Haven't killed one but plan on trying again this year, have a baby due in September so I will probably have to try gun season this year


----------



## Goat (Jul 28, 2014)

Yup. On my own. And got it out on my own.


----------



## Spooner (Jul 28, 2014)

*One Bear with my Bow*

I've killed one 250# Boar back in 2008 on a public land WMA bow hunt by myself. The Game Warden helped me out with a few tips. And you can call the DNR office and talk to a biologist and they'll try to help you to. I was specifically hunting bear ,scouted 3 days and got lucky and was successful in only 2 days of hunting them. I saw him the week before and joked with my co-workers that I was going to shoot him and he was going to run down hill to the truck. He did just that but ran about 80 yards to far and into a creek in a mountain laurel thicket. A couple of guys that were scouting for a future deer hunt helped me load him on a deer cart and into the back of the truck in 10 minutes-no dragging. I said I'll never shoot another one because it won't ever be that easy again. I called my taxidermist and he said to bring it to him whole and he would skin it for me.  The bear rug turned out great. I was in a climber about 10' off the ground and shot him at 12 yards, an adrenaline pumper bow hunt for sure. The funny thing was a couple of hunting club buddies were joking with me about trying to kill a bear with my bow instead of hunting with them the next weekend. I called them and they still can't believe it. Now if I can do it , anybody can. So get up early Saturday morning and go find where those white oak acorns are loaded down and you to can have a hunt of a lifetime on public land in North Georgia.


----------



## robert carter (Jul 28, 2014)

Hopefully this will be the year for me. will be my first time after a north ga. Bear. as far as size goes big or small, legal is all I`m after.


----------



## D'Riverrat (Jul 31, 2014)

Got my first one last year stalking CNF. Solo 3 miles from the truck. Hardest hunting day of my life. Next time I will be closer to the truck and have some help or I will pass. Good eating thou.


----------



## ospreydog (Jul 31, 2014)

Where's Brent Thomas?


----------



## Ajohnson0587 (Jul 31, 2014)

Killed one on Cohutta 2yrs ago but couldn't find it ( didn't drop any blood and it was a pass through shot) it ran down into a huge gorge and I stumbled upon it 2 days later. Coyotes had got to him and he was spoiled as well. He was probably between 200-225.

It was a unguided hunt


----------



## Killinstuff (Aug 1, 2014)

I love bear hunting and have a killed a number of them.
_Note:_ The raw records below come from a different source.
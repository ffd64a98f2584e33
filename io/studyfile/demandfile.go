package studyfile

import (
	"math"
	"slices"
	"strings"

	"example.org/tailback/demand"
	"example.org/tailback/network"
	"example.org/tailback/network/unit"
)

// demandPart is a demand file, or the study file where demand stands in it.
type demandPart struct {
	doc  *document
	root *table
}

// demand reads the demand files. It returns nil where there is no network to check them against.
func (d *draft) demand() *demand.Demand {
	parts := d.demandParts()
	dem := &demand.Demand{}
	for _, p := range parts {
		d.classes(p.root, dem)
	}
	if len(dem.Classes) == 0 {
		dem.Classes = []demand.Class{{Name: "vehicle", PCE: 1}}
	}
	if d.network == nil {
		return nil
	}
	for _, p := range parts {
		d.later(p.root, "trips", "routing")
		for _, t := range p.root.tables("entry") {
			d.entry(t, p.doc, dem)
		}
		for _, t := range p.root.tables("turning") {
			d.turning(t, dem)
		}
	}
	if len(dem.Entries) == 0 && len(parts) > 0 && len(d.f.list) == 0 {
		parts[0].root.fault("", "", "the demand has no [[entry]]: nothing travels")
	}
	return dem
}

// demandParts loads the demand files, the study itself first where it holds demand.
func (d *draft) demandParts() []demandPart {
	if d.instead != "" {
		return d.demandFiles([]string{d.instead})
	}
	var parts []demandPart
	for _, key := range []string{"class", "entry", "turning", "trips"} {
		if d.root.has(key) {
			parts = append(parts, demandPart{d.doc, d.root})
			break
		}
	}
	var names []string
	switch d.root.keys["demand"].(type) {
	case nil:
		if parts == nil {
			d.root.fault("", `add demand = "demand.toml"`, "a study needs a `demand`")
		}
	case string:
		names = []string{d.root.text("demand")}
	default:
		names = d.root.texts("demand")
	}
	return append(parts, d.demandFiles(names)...)
}

// demandFiles loads demand files.
func (d *draft) demandFiles(names []string) []demandPart {
	var parts []demandPart
	for _, name := range names {
		line, column := d.doc.position("demand")
		data, ok := d.load(d.file(name), line, column, d.File)
		if !ok {
			continue
		}
		doc, ok := decode(d.file(name), data, d.f)
		if !ok {
			continue
		}
		root := doc.root(d.f)
		root.known("class entry turning trips routing")
		parts = append(parts, demandPart{doc, root})
	}
	return parts
}

// classes reads every [class.NAME], in the order of their names.
func (d *draft) classes(root *table, dem *demand.Demand) {
	t := root.table("class")
	if t == nil {
		return
	}
	for _, name := range sortedKeys(t.keys) {
		s := t.table(name)
		if s == nil {
			continue
		}
		s.known("pce")
		c := demand.Class{Name: name, PCE: s.number("pce", 1)}
		if !(c.PCE > 0) || math.IsInf(c.PCE, 1) {
			s.fault("pce", "", "an equivalent of %g is not possible: it must be above 0", c.PCE)
		}
		if slices.ContainsFunc(dem.Classes, func(o demand.Class) bool { return o.Name == name }) {
			t.fault(name, "", "class `%s` stands in two files", name)
		}
		dem.Classes = append(dem.Classes, c)
	}
}

// entry reads one [[entry]].
func (d *draft) entry(t *table, doc *document, dem *demand.Demand) {
	t.known("link mix start every flow counts column unit factor ramp")
	e := demand.Entry{Link: d.link(t, "link"), Mix: d.mix(t, dem)}
	if t.has("counts") {
		e.Flow = d.counted(t, doc)
	} else {
		for _, key := range []string{"column", "unit"} {
			if t.has(key) {
				t.fault(key, "", "`%s` goes with `counts`", key)
			}
		}
		e.Flow = d.profile(t, true)
	}
	if factor := t.number("factor", 1); !(factor >= 0) || math.IsInf(factor, 1) {
		t.fault("factor", "", "a factor of %g is not possible: it must be 0 or more", factor)
	} else if factor != 1 {
		e.Flow = e.Flow.Scaled(factor)
	}
	dem.Entries = append(dem.Entries, e)
}

// mix reads the shares of the classes.
func (d *draft) mix(t *table, dem *demand.Demand) []float64 {
	mix := make([]float64, len(dem.Classes))
	m := t.table("mix")
	if m == nil {
		mix[0] = 1
		if len(mix) > 1 && !t.has("mix") {
			t.fault("", "", "with several classes an entry needs a `mix`, such as { %s = 0.9, %s = 0.1 }", dem.Classes[0].Name, dem.Classes[1].Name)
		}
		return mix
	}
	sum := 0.0
	names := make([]string, len(dem.Classes))
	for i := range names {
		names[i] = dem.Classes[i].Name
	}
	for _, name := range sortedKeys(m.keys) {
		i := slices.Index(names, name)
		if i < 0 {
			m.fault(name, "classes are `"+strings.Join(names, "`, `")+"`", "there is no class `%s`", name)
			continue
		}
		mix[i] = m.quantity(name, unit.Share, 0)
		if mix[i] < 0 {
			m.fault(name, "", "a share of %g is negative", mix[i])
		}
		sum += mix[i]
	}
	if !m.bad && math.Abs(sum-1) > 1e-6 {
		t.fault("mix", "", "the shares of the mix sum to %.6g: they must sum to 1", sum)
	}
	return mix
}

// profile reads start, every and flow: a constant, or a list that must cover the study period.
func (d *draft) profile(t *table, mayRamp bool) demand.Profile {
	ramp := mayRamp && t.truth("ramp")
	if x, ok := plain(t.keys["flow"]); ok {
		if x < 0 {
			t.fault("flow", "", "a flow of %g veh/h is negative", x)
		}
		return demand.Constant(x * unit.VehPerHour)
	}
	list, ok := t.keys["flow"].([]any)
	if !ok || len(list) == 0 {
		if t.has("flow") {
			t.fault("flow", "", "`flow` must be a number or a list of numbers, veh/h")
		} else {
			t.fault("", "", "`flow` is missing: a number or a list of numbers, veh/h")
		}
		return demand.Profile{}
	}
	values := make([]float64, len(list))
	for i, x := range list {
		v, ok := plain(x)
		if !ok || v < 0 {
			t.fault(indexed("flow", i), "", "value %d of `flow` is %v: it must be a number of veh/h, 0 or more", i+1, x)
		}
		values[i] = v * unit.VehPerHour
	}
	start, every, ok := d.rows(t, "flow", len(list))
	if !ok {
		return demand.Profile{}
	}
	return d.made(t, "flow", start, every, values, ramp)
}

// made makes the profile, with straight lines where asked.
func (d *draft) made(t *table, key string, start, every float64, values []float64, ramp bool) demand.Profile {
	if !ramp || t.bad {
		return demand.Steps(start, every, values)
	}
	p, err := demand.Ramped(start, every, values)
	if err != nil {
		t.fault("ramp", "leave `ramp` out, or use shorter intervals", "%v", err)
	}
	return p
}

// rows reads start and every of a list and checks that it covers the study period.
func (d *draft) rows(t *table, key string, count int) (start, every float64, ok bool) {
	for _, k := range []string{"start", "every"} {
		if !t.has(k) {
			t.fault("", "", "a list of `%s` needs `%s`", key, k)
		}
	}
	start, every = t.clock("start", 0), t.quantity("every", unit.Duration, 0)
	if t.bad {
		return 0, 0, false
	}
	if !(every > 0) {
		t.fault("every", "", "`every` must be a duration above 0, such as \"60 min\"")
		return 0, 0, false
	}
	return start, every, d.covers(t, key, start, start+every*float64(count))
}

// covers checks that a list from one time to another covers the study period.
func (d *draft) covers(t *table, key string, from, to float64) bool {
	h := &d.Base.Horizon
	if from <= h.Start+1e-6 && to >= h.End-1e-6 {
		return true
	}
	t.fault(key, "", "`%s` covers %s to %s, but the study runs from %s to %s: it must cover the whole period",
		key, altClock(from), altClock(to), altClock(h.Start), altClock(h.End))
	return false
}

// approach is what one [[turning]] speaks of.
type approach struct {
	from  network.LinkID
	class demand.ClassID
}

// turning reads one [[turning]].
func (d *draft) turning(t *table, dem *demand.Demand) {
	t.known("node from to class start every")
	turn := demand.Turning{Node: d.node(t, "node"), From: d.link(t, "from"), Class: demand.AllClasses}
	if name := t.text("class"); name != "" {
		turn.Class = demand.ClassID(slices.IndexFunc(dem.Classes, func(c demand.Class) bool { return c.Name == name }))
		if turn.Class < 0 {
			t.fault("class", "", "there is no class `%s`", name)
		}
	}
	to := t.table("to")
	if to == nil {
		if !t.has("to") {
			t.fault("", "", "`to` is missing: the share of each way out, such as { E3 = 0.86, X3 = 0.14 }")
		}
		return
	}
	n := d.network
	if turn.Node >= 0 && turn.From >= 0 && n.Links[turn.From].To != turn.Node {
		t.fault("from", d.approaches(turn.Node), "link `%s` does not end at node `%s`", n.Links[turn.From].Name, n.Nodes[turn.Node].Name)
	}
	rows := d.fractions(t, to, &turn)
	if key := (approach{turn.From, turn.Class}); turn.From >= 0 {
		if d.turned[key] {
			t.fault("from", "", "link `%s` has its turning fractions twice", n.Links[turn.From].Name)
		}
		d.turned[key] = true
	}
	if t.bad || to.bad {
		return
	}
	if rows > 1 {
		var ok bool
		if turn.Start, turn.Every, ok = d.rows(t, "to", rows); !ok {
			return
		}
	}
	dem.Turnings = append(dem.Turnings, turn)
}

// fractions reads the shares of each way out, one or a list of each, and returns the number of rows.
func (d *draft) fractions(t, to *table, turn *demand.Turning) int {
	n := d.network
	rows := 1
	for _, name := range sortedKeys(to.keys) {
		if list, ok := to.keys[name].([]any); ok {
			rows = max(rows, len(list))
		}
	}
	turn.Fractions = make([][]float64, rows)
	for _, name := range sortedKeys(to.keys) {
		l, ok := n.Link(name)
		if !ok || turn.Node >= 0 && n.Links[l].From != turn.Node {
			to.fault(name, d.ways(turn.Node), "link `%s` does not begin at the node", name)
			continue
		}
		turn.To = append(turn.To, l)
		d.column(to, name, turn.Fractions)
	}
	for row := range turn.Fractions {
		sum := 0.0
		for _, x := range turn.Fractions[row] {
			sum += x
		}
		if !to.bad && math.Abs(sum-1) > 1e-6 {
			where := ""
			if rows > 1 {
				where = " in row " + altNumber(row+1)
			}
			t.fault("to", "", "the fractions%s sum to %.7g: they must sum to 1", where, sum)
		}
	}
	return rows
}

// column reads one way out's share, a number for all rows or a list of one each.
func (d *draft) column(to *table, name string, rows [][]float64) {
	list, isList := to.keys[name].([]any)
	if isList && len(list) != len(rows) {
		to.fault(name, "", "`%s` has %d fractions where another way out has %d", name, len(list), len(rows))
		return
	}
	one := 0.0
	if !isList {
		one = to.quantity(name, unit.Share, 0)
	}
	for i := range rows {
		x := one
		if isList {
			v, ok := plain(list[i])
			if !ok {
				to.fault(name, "", "fraction %d of `%s` is %v: it must be a number from 0 to 1", i+1, name, list[i])
			}
			x = v
		}
		if x < 0 || x > 1 {
			to.fault(name, "", "a fraction of %g is not possible: 0 to 1", x)
		}
		rows[i] = append(rows[i], x)
	}
}

// ways lists the links that begin at a node.
func (d *draft) ways(node network.NodeID) string {
	if node < 0 {
		return ""
	}
	names := []string{}
	for _, l := range d.network.Out(node) {
		names = append(names, "`"+d.network.Links[l].Name+"`")
	}
	return "there begin " + strings.Join(names, ", ")
}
Have to use a guide in Canada but I spot and stalk with a longbow and for the most part the outfitters let me do my own thing. I've hunted over bait 7 or 8 times in Quebec and Ontario but never killed one that way. Being on the ground sneaking up on a big bear is where its at for me. Tree stand shooting deer just don't compare. And bear meat is awesome. I have a roast coming out of the brine and into the smoker in a few hours. Yum.  Be down in north Ga in September trying to sneak up on another.


----------



## 500 S&W (Aug 2, 2014)

I have! Idaho with Table Mountain Outfitters. Great trip and wonderful people.


----------



## Blueridge (Aug 3, 2014)

I have
One in North Ga. One in Quebec this past June .


----------



## ripplerider (Aug 4, 2014)

I,ve killed 2 locally. First was a long solo drag. Ranger 374 helped with the second easy drag (thanks again Howard).


----------



## benosmose (Sep 9, 2014)

A couple but hoping for a big one this year


----------



## Resica (Sep 15, 2014)

Killed one up here in Pa. years back. Haven't carried a gun on a bear hunt since.


----------



## BigD1Br (Sep 15, 2014)

Never killed one, but caught a huge one on trailcam after hogs were no longer showing up on there. Hope to get him this season.


----------



## Coon Dog (Sep 16, 2014)

*Bear*

Killed 4 all with bow 3 on Chattahoochee Wma all 3 of them we're sows old big boy number 4 was shot in Rabun co around lake burton at 407 ibs no scouting help could of shot many more but don't care to I run some up trees and watch them some I video and some run off either way I hope everyone shoots one way to many


----------



## Unicoidawg (Sep 16, 2014)

Coon Dog said:


> Killed 4 all with bow 3 on Chattahoochee Wma all 3 of them we're sows old big boy number 4 was shot in Rabun co around lake burton at 407 ibs no scouting help could of shot many more but don't care to I run some up trees and watch them some I video and some run off either way I hope everyone shoots one way to many



Long time no see CD, hope things are going well.


----------



## Coon Dog (Sep 16, 2014)

*I here ya*

Been around looking just not posting replays hope you and family doing well


----------



## trepej2 (Sep 20, 2014)

Killed my first this past Monday mornin at cohutta wma


----------



## Etoncathunter (Sep 20, 2014)

grats


----------



## mcarge (Nov 23, 2014)

2007 Canada, well worth the trip. Been twice killed two spring bears over 6ft and 300 pounds. I imagine I could bow hunt my whole life in Georgia and never have those shots. I will be back when time and $ affords.


----------



## Hammer Spank (Nov 23, 2014)

mcarge said:


> 2007 Canada, well worth the trip. Been twice killed two spring bears over 6ft and 300 pounds. I imagine I could bow hunt my whole life in Georgia and never have those shots. I will be back when time and $ affords.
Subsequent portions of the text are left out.